SELECT -- Standard merge join
t01.SalesId,
t02.SalesId
FROM Sales2 t01
INNER JOIN
Sales3 t02
ON
t01.SalesId = t02.SalesId AND t01.SalesDate = t02.SalesDate
WHERE t01.SALESDATE BETWEEN DATE'1900-01-01' AND DATE'2016-12-31';

SELECT -- Forcing the Optimizer into the rowkey-based merge join
t01.SalesId,
t02.SalesId
FROM Sales2 t01
INNER JOIN
Sales3 t02
ON
t01.SalesId = t02.SalesId AND t01.SalesDate = t02.SalesDate
WHERE t01.SALESDATE BETWEEN DATE'1900-01-01' AND DATE'2016-12-30'
UNION ALL
SELECT
t01.SalesId,
t02.SalesId
FROM Sales2 t01
INNER JOIN
Sales3 t02
ON
t01.SalesId = t02.SalesId AND t01.SalesDate = t02.SalesDate
WHERE t01.SALESDATE = DATE'2016-12-31';

As expected, the rowkey-based merge join is much cheaper and has a much better run time:

	Logical IOs	CPU Seconds	Spool (GB)
RowKey Based Merge Join	91,00	0,02	0,10
Traditional Merge Join	272,00	0,24	1,80
Reduction in Resources	67%	92%	94%

Conclusion:

This trick is useful for retrieving all partitions from two PPI tables that have been joined together. By omitting a WHERE condition that covers the partitions, we can prompt the Optimizer to perform a more cost-effective rowkey-based merge join instead of a conventional one.

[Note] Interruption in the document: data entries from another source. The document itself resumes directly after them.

import numpy as np
import pandas as pd
import pytest

import advisor.evaluation.replay_stream as replay_stream
import advisor.io.archive as archive
from advisor.commands import session
from advisor.commands.main import build_parser, main
from advisor.evaluation.evaluate import Scenario
from advisor.evaluation.replay import (
    Replayed,
    attempts_from_history,
    compare_rule_sets,
    dominant_by_month_hour,
    hours_by,
    month_keys,
    score_attempts,
    step_hours,
    weather_hours,
)
from advisor.evaluation.replay_table import coverage_warnings, step_table
from advisor.features import row_features_chunked
from advisor.io.archive import ArchiveReader, NeedsWholeRead
from advisor.io.feed import read_feed
from advisor.io.history import read_history
from advisor.vocabulary import VERDICTS

ROOT = Path(__file__).resolve().parent.parent
DEMO = ROOT / "example_weather"
SITE = DEMO / "larch_basin.yaml"
SAMPLE = DEMO / "larch_basin_archive_sample.csv"
REFS = DEMO / "larch_basin_archive_references.csv"
HISTORY = DEMO / "larch_basin_history.csv"
FEATURE_CHUNK = 2_503  # small, so that feature chunks end inside the archive


@pytest.fixture()
def small_parts(monkeypatch):
    """Stream every archive in parts of 1,777 rows, feature chunks of 2,503, slices of ~300 rows."""
    monkeypatch.setattr(archive, "STREAM_ABOVE_BYTES", 0)
    monkeypatch.setattr(archive, "ARCHIVE_PART_ROWS", 1_777)
    monkeypatch.setattr(replay_stream, "FEATURE_CHUNK_ROWS", FEATURE_CHUNK)
    monkeypatch.setattr(replay_stream, "DECIDE_CELLS", 12_000)


def _messy(tmp_path: Path, *, cadence_change=False, out_of_order=False, repeat=False) -> Path:
    """The demo archive with faults: a gap, a wind spike, visibility silent for a while; optionally
    a first stretch at 10 min (the first part's cadence is not the file's), a swapped pair of
    rows, an exactly repeated row."""
    table = pd.read_csv(SAMPLE, dtype=str, keep_default_na=False)
    table.loc[5000, "wind_avg_kn"] = "60.0"  # a spike and its return: step test
    table.loc[7000:7100, "vis_m"] = ""  # a sensor that was reporting falls silent
    table = table.drop(index=range(3000, 3040))  # a 3-hour gap
    if cadence_change:
        table = table.drop(index=range(1, 2900, 2))  # the first ~10 days every 10 min
    table = table.reset_index(drop=True)
    if out_of_order:
        table.iloc[[8000, 8001]] = table.iloc[[8001, 8000]].to_numpy()
    if repeat:
        table = pd.concat([table.iloc[:6001], table.iloc[6000:]], ignore_index=True)
    path = tmp_path / "messy_archive.csv"
    table.to_csv(path, index=False, lineterminator="\n")
    return path


def _args(feed: Path, *extra: str) -> list[str]:
    return ["replay", "--site", str(SITE), "--feed", str(feed), "--references", str(REFS), "--no-cache", *extra]


def _whole_replay(argv: list[str]) -> tuple[dict, pd.DataFrame]:
    """The summary and per-row table of the whole-array replay (what the command computed before it
    streamed), for the same arguments."""
    args = build_parser().parse_args(argv)
    request = session.request_from(args)
    inputs = session.load_inputs(request, read=None)
    zone = inputs.site.time_zone
    t_from = session.parse_time(args.time_from, "--from")
    t_to = session.parse_time(args.time_to, "--to")
    scenario = Scenario(inputs.site, inputs.registry, inputs.rules, inputs.freq_ghz, inputs.odds)
    rule_sets = [inputs.rules]
    if args.compare_rules:
        rule_sets.append(session.load_ruleset(inputs.site, [*request.rule_files, *args.compare_rules]))
    feed = read_feed(inputs.feed_path, inputs.feed_layout)
    frame = feed.frame[feed.frame["kind"] == "observed"]
    times = pd.DatetimeIndex(frame["time"]).as_unit("ns")
    keep = np.ones(len(times), dtype=bool)
    if t_from is not None:
        keep &= times >= t_from.resolve(zone)
    if t_to is not None:
        keep &= times <= t_to.resolve(zone)
    features = row_features_chunked(frame, times[keep], inputs.site, inputs.registry, chunk_rows=FEATURE_CHUNK)
    times_all = pd.DatetimeIndex(features["time"])
    base, *rest = [Replayed(times_all, d.verdict, d.rule_eval, d) for d in scenario.decide(features, rule_sets)]
    other = rest[0] if rest else None
    times = base.times_utc
    cadence = features["feed_cadence_min"].to_numpy(dtype=float)
    cadence_min = float(np.nanmedian(cadence)) if np.isfinite(cadence).any() else None
    layout = inputs.site.feed
    hours = step_hours(times, float(layout.gap_limit_min(cadence_min)))
    age_limit = float(layout.age_limit_min(cadence_min))
    local = times.tz_convert(zone)

    def table(t: pd.DataFrame) -> dict:
        return {str(k): {v: round(float(t.loc[k, v]), 2) for v in t.columns} for k in t.index}

    def hours_dict(verdict) -> dict:
        return {v: round(float(hours[verdict == v].sum()), 2) for v in VERDICTS}

    def score(replayed) -> dict:
        applies = {r.id: r.applies_to for r in replayed.decisions.rules}
        return score_attempts(
            replayed.times_utc, replayed.verdict, replayed.rule_eval, attempts, age_limit, replayed.feasible, applies
        )

    summary = {
        "feed": str(inputs.feed_path),
        "from_utc": times[0].strftime("%Y-%m-%dT%H:%M:%SZ"),
        "to_utc": times[-1].strftime("%Y-%m-%dT%H:%M:%SZ"),
        "rows": int(len(times)),
        "target_freq_ghz": inputs.freq_ghz,
        "rules": len(inputs.rules),
        "hours": hours_dict(base.verdict),
        "by_month": table(hours_by(base.verdict, hours, month_keys(local))),
        "by_local_hour": table(hours_by(base.verdict, hours, local.hour)),
        "attempts": None,
        "comparison": None,
        **weather_hours(features, base.verdict, hours, inputs.site.thresholds.high_frequency_wind_limit_ms),
    }
    attempts, scores = None, None
    if args.history:
        attempts = attempts_from_history(read_history(args.history))
        scores = summary["attempts"] = score(base)
    if other is not None:
        comparison = compare_rule_sets(base.verdict, other.verdict, base.rule_eval, other.rule_eval, hours)
        comparison["hours_b"] = hours_dict(other.verdict)
        if attempts is not None:
            comparison["attempts_b"] = score(other)
        summary["comparison"] = comparison
    summary["warnings"] = coverage_warnings(
        times, hours, features, inputs.registry, attempts, scores["attempts_covered"] if scores else None
    )
    dominant = dominant_by_month_hour(base.verdict, hours, local)
    return summary, step_table(base, other), dominant


def _streamed(argv: list[str], capsys) -> dict:
    assert main([*argv, "--json"]) == 0
    return json.loads(capsys.readouterr().out)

Upon further investigation, it has been discovered that the Optimizer refrains from utilizing a rowkey-based merge join when joining minuscule tables. Nevertheless, this stratagem may prove futile for larger tables as the Optimizer will automatically opt for the rowkey-based merge join. It is worth noting that altering the SQL statement can result in substantial performance improvements, highlighting the fact that optimization is an inherently creative process.